Methods First, we developed a new algorithm to calculate AFD from whole-exome sequencing(WES) data, then we compared the predictability of the patient's survival between AFD, tumor mutation burden (TMB) and change of variants allele frequency (dVAF). Second, we overlapped the differentially expressed genes (DEGs) from our data with the genes associated with the survival of The Cancer Genome Atlas (TCGA) database to confirm all genes significantly related to the survival of lung cancer. We identified 149 genes, 31 of which are new genes and have not been reported for lung cancer, that was used to develop a new prognostic model. Lung cancer adenocarcinoma (LUAD) data from the TCGA database was used to validate the gene-signature model. The prognostic model relating to the genes was established and validated in training and LUAD validation groups.

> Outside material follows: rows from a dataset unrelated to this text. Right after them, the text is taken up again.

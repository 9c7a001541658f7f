import type { ErrorRequestHandler, RequestHandler } from "express";
import { ZodError } from "zod";
import { MulterError } from "multer";
import { AppError } from "./app-error.ts";
import { log } from "../log.ts";
import { MAX_UPLOAD_SIZE_WORDS } from "../../shared/credentials/upload-limits.ts";

function zodToAppError(err: ZodError, where: string): AppError {
  const fields = err.issues.map((i) => ({
    path: [where, ...i.path.map(String)].join("."),
    message: i.message,
  }));
  return new AppError(
    where === "body" ? "invalid_input" : "bad_request",
    "Some fields need attention",
    fields,
  );
}

const CONNECTION_ERRORS = new Set([
  "SequelizeConnectionError",
  "SequelizeConnectionRefusedError",
  "SequelizeConnectionAcquireTimeoutError",
  "SequelizeHostNotReachableError",
]);

// Connection-level failures from pg itself (the session store): the database is down or restarting.
const PG_DOWN_CODES = new Set(["ECONNREFUSED", "ECONNRESET", "57P01", "57P02", "57P03", "08006", "08001"]);

/** The database refused or dropped the connection (also when wrapped by Sequelize as `parent`). */
export function isDatabaseDown(err: unknown): boolean {
  const e = err as
    { name?: string; code?: string; message?: string; parent?: unknown; original?: unknown } | undefined;
  if (!e || typeof e !== "object") return false;
  if (e.name && CONNECTION_ERRORS.has(e.name)) return true;
  if (e.code && PG_DOWN_CODES.has(e.code)) return true;
  if (
    typeof e.message === "string" &&
    /Connection terminated|terminating connection|the database system is (starting up|shutting down)/i.test(
      e.message,
    )
  )
    return true;
  return isDatabaseDown(e.parent) || isDatabaseDown(e.original);
}

/** Turns anything thrown into a known error, or undefined when it is a bug. */
export function toAppError(err: unknown): AppError | undefined {
  if (err instanceof AppError) return err;
  if (err instanceof ZodError) return zodToAppError(err, "body");
  if (err instanceof MulterError) {
    if (err.code === "LIMIT_FILE_SIZE")
      return new AppError("too_large", `The file is larger than ${MAX_UPLOAD_SIZE_WORDS}`, [
        { path: "file", message: `larger than ${MAX_UPLOAD_SIZE_WORDS}` },
      ]);
    return new AppError("bad_request", `Upload refused: ${err.message}`, [
      { path: err.field ?? "file", message: err.message },
    ]);
  }
  const e = err as { type?: string; status?: number; name?: string };
  if (e?.type === "entity.parse.failed")
    return new AppError("bad_request", "The request body is not valid JSON");
  if (e?.type === "entity.too.large") return new AppError("too_large", "The request body is too large");
  if (isDatabaseDown(err))
    return new AppError("unavailable", "The database is unavailable; try again shortly");
  return undefined;
}

export { zodToAppError };

// The only place an error becomes a response; details of unknown errors go to the log, never to the client.
export const errorHandler: ErrorRequestHandler = (err, req, res, _next) => {
  const known = toAppError(err);
  if (!known) log.error({ err, requestId: req.id }, "unhandled error");
  const e = known ?? new AppError("internal", "Something went wrong");
  if (res.headersSent) return;
  res.status(e.status).json({ error: { code: e.code, message: e.message, fields: e.fields } });
};

export const apiNotFound: RequestHandler = (_req, _res, next) => {
  next(new AppError("not_found", "No such API route"));
};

Results There was a significant association found between the high AFD value and poor survival among non-small cell lung cancer (NSCLC) patients. A novel seven genes (UCN2, RIMS2, CAVIN2, GRIA1, PKHD1L1, PGM5, CLIC6) were obtained through multivariate Cox regression analysis and significantly associated with NSCLC patients survival. Cox regression analysis confirmed that AFD and 7-gene signature are an independent prognostic marker in NSCLC patients. The AUC for 5-year survival in AFD and the AUC for 3-year survival in both training and validation groups were greater than 0.7.
Conclusion As a result, AFD and 7-gene signatures were identified as new independent predictive factors used for predicting the survival among NSCLC patients.